Et que peut-on dire de la perception par les immigrés, des politiques migratoires des pays où ils se sont installés ?

À leur arrivée, les immigrants sont favorables à des politiques migratoires ouvertes, comme on peut l’imaginer. Mais l’écart d’opinion sur ce sujet, commence à se réduire au bout de cinq ans seulement, et disparaît au bout de vingt ans de résidence dans le pays d’accueil.

Souvent, les immigrés ont alors acquis le droit de résidence, la nationalité, ils ont un travail et commencent donc à se rapprocher des standards des natifs. Il y a, chez beaucoup, l’idée que trop de nouvelles arrivées augmenterait la compétition entre immigrés. J’appelle cela « l’effet club », qui pourrait se résumer ainsi : « maintenant que je suis entré, vous pouvez fermer la porte ». Cette tendance est très nette chez les immigrés issus des pays pauvres, qui s’installent pour longtemps dans leur pays d’adoption.

Cette convergence assez rapide des opinions vers des politiques migratoires restrictives est assez surprenante. Vous établissez un parallèle avec les opinions vis-à-vis de l’Europe. Que voulez-vous dire ?

Le même constat de convergence relativement rapide s’observe en effet sur la question de l’Europe. Les immigrés, au départ beaucoup plus favorables à l’Europe que les nationaux, deviennent quelques années plus tard davantage eurosceptiques, comme ces derniers. On peut supposer qu’ils réalisent que l’Europe n’est pas si prometteuse qu’ils ne l’imaginaient.

De manière plus globale, quels sont vos principaux constats en termes de convergence des opinions ?

Nous montrons que l’écart d’opinion diminue en moyenne de 40% après vingt ans passés dans le pays d’accueil. Mais attention, les immigrés, arrivés il y a 40 ans, ne proviennent pas toujours des mêmes pays que ceux arrivés plus récemment. De plus, à moins de suivre des cohortes sur 40 ans, on ne peut interroger les mêmes personnes en tant que « nouveaux » immigrés et « anciens » immigrés.
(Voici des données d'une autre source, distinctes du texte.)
def evaluate_batch(design, values: Mapping[str, Any], f_hz: Any = None, *, gbw_hz: Any = None,
                   workers: int | None = None) -> Batch:
    """Evaluate explicitly given samples (the vectorized path behind :func:`monte_carlo`).

    Parameters
    ----------
    design : Design
        Topology, op-amp, plant and feedback gain; parts missing from ``values`` keep their nominal value.
    values : mapping of str to array_like
        Part values per sample, SI base units (ohms, farads, henries); all of one length N (scalars broadcast).
    f_hz : array_like, optional
        Frequency grid in Hz (the design's default analysis grid when omitted).
    gbw_hz : array_like, optional
        Op-amp gain-bandwidth product per sample, Hz (the op-amp's own when omitted).
    workers : int, optional
        Threads for the grid evaluation (default: up to 4, the CPU count).

    Returns
    -------
    Batch
        Complex responses of shape (N, frequencies) and per-sample quantities.

    Raises
    ------
    AnalysisError
        An unknown part, values that are not positive and finite, a GBW with no real op-amp, or
        a stage that degenerates at some sample.
    """
    names = design.stage.component_names
    for k in values:
        if k not in names:
            raise AnalysisError(f"no element named {k!r} in this stage (elements: {', '.join(names)})")
    engine = _Engine(design, f_hz)
    arrays = [np.atleast_1d(np.asarray(values.get(nm, design.values[nm]), dtype=float)) for nm in engine.names]
    if gbw_hz is not None:
        if engine.opamp is None:
            raise AnalysisError("gbw_hz was given but the design has no real op-amp")
        arrays.append(np.atleast_1d(np.asarray(gbw_hz, dtype=float)))
    try:
        stacked = np.broadcast_arrays(*arrays)
    except ValueError as err:
        raise AnalysisError(f"sample arrays of different lengths ({[a.shape for a in arrays]!r})") from err
    mat = np.array(stacked, dtype=float)
    if mat.ndim != 2 or not np.all(np.isfinite(mat)) or np.any(mat <= 0):
        raise AnalysisError("sample values must be 1-D, finite and > 0 (SI base units; GBW in Hz)")
    gbw = mat[-1] if gbw_hz is not None else None
    vals = mat[:len(engine.names)]
    r = _run(engine, vals, gbw, _workers(workers))
    s = 1j * _TWO_PI * engine.f_hz
    stage = _response(r.num, r.den, s)
    ideal = _response(*r.ideal, s)
    mag_db = _DBK * r.lnm.T
    phase_deg = 360.0 * r.turns.T
    loop = loop_db = loop_ph = None
    if engine.plant_fn is not None:
        loop = engine.loop_k * engine.plant_fn.evaluate(s)[None, :] * stage
        loop_db = mag_db + engine.loop_db_offset[None, :]
        loop_ph = phase_deg + engine.loop_ph_offset[None, :]
    stable = None if r.rhp is None else r.rhp == 0
    return Batch(engine.f_hz, ideal, stage, mag_db, phase_deg, loop, loop_db, loop_ph, r.corners, r.dc_gain_db,
                 r.fc, r.pm, r.gm, r.count, r.rhp, stable)


def monte_carlo(design, samples: int = 10000, *, seed: int = 1, f_hz: Any = None, spec: Any = None,
                tolerances: Any = None, workers: int | None = None) -> Spread:
    """Monte Carlo spread of a design over its tolerances.

    Parameters
    ----------
    design : Design
    samples : int
        Number of samples (1 … 1 000 000, and samples × frequencies <= 5e7).
    seed : int
        Seed of ``numpy.random.default_rng``; the same seed gives identical arrays.
    f_hz : array_like, optional
        Frequency grid in Hz (the design's default analysis grid when omitted).
    spec : mapping or Spec, optional
        A ``spec`` section to compute the yield against; the design's own ``spec`` when
        omitted (no yield when it has none; pass ``{}`` for no yield at all).
    tolerances : mapping, optional
        A ``tolerances`` section overriding the design's.
    workers : int, optional
        Threads (default: up to 4, the CPU count); results do not depend on it.

    Returns
    -------
    Spread

    Raises
    ------
    AnalysisError
        No tolerances, a GBW tolerance with no real op-amp, bad arguments, a normal draw that makes a
        part non-positive (only possible beyond 6σ at 50 %), or a stage that degenerates at some sample.
    DesignFileError
        A malformed tolerances or spec section (key path given).
    """
    samples = _check_int("samples", samples, 1, 1_000_000)
    seed = _check_int("seed", seed, 0, 2**63 - 1)
    nw = _workers(workers)
    ts = _tolerance_set(design, tolerances)
    engine = _Engine(design, f_hz)
    names = engine.names
    t = np.array([ts.by_component[nm] for nm in names] + [ts.gbw])
    rng = np.random.default_rng(seed)
    if ts.distribution == "uniform":
        z = rng.uniform(-1.0, 1.0, size=(samples, len(names) + 1))
        scale = t
    else:
        z = rng.standard_normal(size=(samples, len(names) + 1))
        scale = t / 3.0
    mult = 1.0 + z.T * scale[:, None]
    if np.any(mult <= 0):
        j, i = np.unravel_index(int(np.argmax(mult <= 0)), mult.shape)
        who = names[j] if j < len(names) else "gbw"
        raise AnalysisError(f"sample {i} draws {who} at or below zero (normal draw {z[i, j]:.3g}σ); "
                            "lower its tolerance or use the uniform distribution")
    vals = engine.nominal_values[:, None] * mult[:-1]
    gbw = engine.gbw0 * mult[-1] if ts.gbw > 0 else None
    r = _run(engine, vals, gbw, nw, check=False)
    nominal, nominal_stable = _nominal(engine, with_stability=True)
    stage_mag = _envelope(r.lnm, _DBK, nw)
    stage_ph = _envelope(r.turns, 360.0, nw)
    # Sorted rows: NaN and ±inf sit at the ends, so the ends tell whether every value is finite.
    ends = np.concatenate([stage_mag.min, stage_mag.max, stage_ph.min, stage_ph.max])
    if not np.isfinite(ends).all():
        raise AnalysisError("the stage response is not finite at some frequency of some sample (a response "
                            "zero or pole on the grid, or magnitudes beyond the float range)")
    loop_mag = loop_ph = None
    if engine.plant_fn is not None:
        loop_mag = stage_mag.shifted(engine.loop_db_offset)
        loop_ph = stage_ph.shifted(engine.loop_ph_offset)
    values = {nm: vals[j] for j, nm in enumerate(names)}
    tol_out = {nm: ts.by_component[nm] for nm in names if ts.by_component[nm] > 0}
    if gbw is not None:
        values["gbw_hz"] = gbw
        tol_out["gbw"] = ts.gbw
    sp_ = parse_spec(spec, "spec") if spec is not None else (
        parse_spec(design.spec, "spec") if design.spec is not None else None)
    y = passed = item_y = None
    stable = None if r.rhp is None else r.rhp == 0
    if sp_ is not None and sp_.item_names:
        masks = sample_pass(sp_, {"phase_margin_deg": r.pm, "gain_margin_db": r.gm, "crossover_hz": r.fc,
                                  "corners": r.corners, "dc_gain_db": r.dc_gain_db, "stable": stable}, samples)
        passed = np.logical_and.reduce(list(masks.values()))
        y = float(passed.mean())
        item_y = {k: float(v.mean()) for k, v in masks.items()}
    return Spread(engine.f_hz, samples, seed, ts.distribution, tol_out, values, engine.opamp is not None,
                  stage_mag, stage_ph, loop_mag, loop_ph, r.corners, r.dc_gain_db, r.fc, r.pm, r.gm, r.count,
                  nominal, y, passed, item_y, r.rhp, stable, nominal_stable)
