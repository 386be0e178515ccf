"""The Bode figures: magnitude (dB) and phase (degrees) over a fixed log-frequency grid (Hz).

Marks (each updated with one message per slider move):

* magnitude: the solid curves (ideal stage exact; stage with the real op-amp;
  loop gain around the plant) as the rows of one ``Lines`` mark, the dashed
  straight-line asymptote, corner markers on the asymptote (○ zero, × pole),
  gain-margin segments, dotted guides at the crossovers (loop and op-amp
  loop) and their text labels;
* phase: the same solid curves, the dashed asymptote, the phase-margin
  segments with their -180° reference and labels.

:meth:`BodeView.frame` computes everything from an
:class:`~loopcraft.analysis.Analysis` without touching a mark;
:meth:`BodeView.draw` then assigns it, each mark inside its own
``hold_sync()``. Loop-gain conventions (phase margin ``180° + ∠L`` at
``|L| = 1``, gain margin ``-20·log10|L|`` where ``∠L = -180°``) are those of
:mod:`loopcraft.analysis.loop`.
"""

from __future__ import annotations

import functools
import html
import math
from dataclasses import dataclass

import bqplot as bq
import ipywidgets as widgets
import numpy as np

from ..analysis.amplifier import AmplifierLoop
from ..analysis.analyzer import Analysis
from ..analysis.margins import loop_branch_offset_deg
from ..model.values import format_value
from ..numeric.asymptote import asymptote_mag_db, exact_phase_deg
from ..numeric.factors import FactoredNumeric
from ._axes import clamp_log, decade_ticks, keep_or_fit, linear_ticks
from ._sync import TraitWriter
from ._theme import AXIS_TICK_STYLE, COLORS, CSS_CLASS, FIGURE_MARGIN

__all__ = ["BodeFrame", "BodeView"]

#: At most this many crossovers / phase crossovers are annotated.
MAX_ANNOTATED = 3

#: The magnitude axis shows at most this span below the highest curve point, dB;
#: curves falling further (a loop gain far above crossover) leave the plot at the bottom.
MAX_SPAN_DB = 160.0
#: Magnitude axis limits, dB.
MIN_DB, MAX_DB = -160.0, 200.0

_CURVE_COLOR = {"exact": COLORS["ideal"], "actual": COLORS["actual"], "loop": COLORS["loop"]}


@dataclass(frozen=True)
class BodeFrame:
    """What the Bode figures show for one analysis (plain numpy data).

    Attributes
    ----------
    curve_names : tuple of str
        Names of the solid-curve rows: ``"exact"``, then ``"actual"`` and
        ``"loop"`` when present.
    mag_rows_db, phase_rows_deg : ndarray, shape (len(curve_names), n)
    asym_mag_db, asym_phase_deg : ndarray, shape (n,)
    zero_corner_hz, zero_corner_db, pole_corner_hz, pole_corner_db : ndarray
        Corner markers on the magnitude asymptote (Hz, dB).
    mag_seg_x_hz, mag_seg_y_db : ndarray, shape (m, 2)
        Gain-margin segments, from the loop gain at the phase crossover up to
        0 dB (``mag_seg_kinds`` is ``"gm"`` for each).
    guide_hz : tuple of float
        Dotted vertical guides (Hz) across the magnitude plot: loop crossovers
        (``guide_kinds`` ``"fc"``) and the op-amp loop's crossover (``"opamp"``).
    phase_seg_x_hz, phase_seg_y_deg : ndarray, shape (k, 2)
        Phase annotation segments (``"ref"``: the -180° reference of the loop,
        ``"pm"``: from the reference to the loop phase at a crossover).
    mag_labels, phase_labels : tuple of (x_hz, y, text, color)
        Text annotations at data coordinates (Hz; dB or degrees).
    mag_range_db, phase_range_deg : (lo, hi, tick step)
    margins_html, legend_html : str
    verdict : str or None
        The closed-loop verdict shown (``"stable"``, ``"unstable"``, ``"marginal"``,
        ``"uncertain"``); None without a plant.
    """

    curve_names: tuple[str, ...]
    mag_rows_db: np.ndarray
    phase_rows_deg: np.ndarray
    asym_mag_db: np.ndarray
    asym_phase_deg: np.ndarray
    zero_corner_hz: np.ndarray
    zero_corner_db: np.ndarray
    pole_corner_hz: np.ndarray
    pole_corner_db: np.ndarray
    mag_seg_x_hz: np.ndarray
    mag_seg_y_db: np.ndarray
    mag_seg_kinds: tuple[str, ...]
    guide_hz: tuple[float, ...]
    guide_kinds: tuple[str, ...]
    phase_seg_x_hz: np.ndarray
    phase_seg_y_deg: np.ndarray
    phase_seg_kinds: tuple[str, ...]
    mag_labels: tuple[tuple[float, float, str, str], ...]
    phase_labels: tuple[tuple[float, float, str, str], ...]
    mag_range_db: tuple[float, float, float]
    phase_range_deg: tuple[float, float, float]
    margins_html: str
    legend_html: str
    verdict: str | None = None


def _corner_points(fn: FactoredNumeric, f_lo: float,
                   f_hi: float) -> tuple[np.ndarray, np.ndarray, np.ndarray, np.ndarray]:
    """Corner frequencies (Hz) of zeros and poles, where the asymptote bends."""
    out: dict[str, list[float]] = {"zero": [], "pole": []}
    for f in fn.factors:
        if f.order == 2 and f.q is not None and f.q <= 0.5:
            out[f.role] += [abs(r) / (2 * math.pi) for r in f.roots()]
        else:
            out[f.role].append(f.f_hz)
    res = []
    for role in ("zero", "pole"):
        fz = np.array([x for x in out[role] if f_lo <= x <= f_hi], dtype=float)
        res += [fz, asymptote_mag_db(fn, fz) if fz.size else np.zeros(0)]
    return res[0], res[1], res[2], res[3]


def _close(labels: list, f_hz: float, decades: float = 1.2) -> bool:
    """True when another top label sits within ``decades`` of ``f_hz`` (so rows alternate)."""
    return any(lb[0] != f_hz and abs(math.log10(lb[0] / f_hz)) < decades for lb in labels)


def _swatch(color: str, style: str) -> str:
    return (f'<span style="display:inline-block; width:26px; height:0; border-top:2.5px {style} {color}; '
            f'vertical-align:middle; margin-right:5px"></span>')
On peut donc seulement émettre des hypothèses sur l’évolution de ces opinions, mais pas identifier avec certitude les raisons de la convergence entre immigrés et natifs.


Jérôme Gonnot

Jérôme Gonnot a soutenu sa thèse en 2020 à Toulouse School of Economics sur l’intégration politique et l’assimilation des immigrants de première génération, et sur l’émergence des partis populistes en Europe occidentale. Désormais chercheur à l’Institut universitaire européen de Florence, au sein du Migration Policy Center, il étudie notamment les conséquences du droit de vote des étrangers sur les politiques de redistribution. Il s’intéresse également au soutien de certains électeurs à des candidats conservateurs, dont ils ne partagent pas les opinions, mais qu’ils apprécient en tant qu’outsiders.




Méthodologie de la recherche

Pour analyser les opinions des immigrés, Jérôme Gonnot a travaillé sur les données de l’European Social Survey, incluant des natifs et des immigrés de première génération vivant dans 16 pays d’Europe occidentale. Il a comparé les opinions récoltées sur une période de dix ans (2010-2020) de sept cohortes de 1800 immigrés chacune, réparties en fonction de la durée passée dans leur pays d’accueil.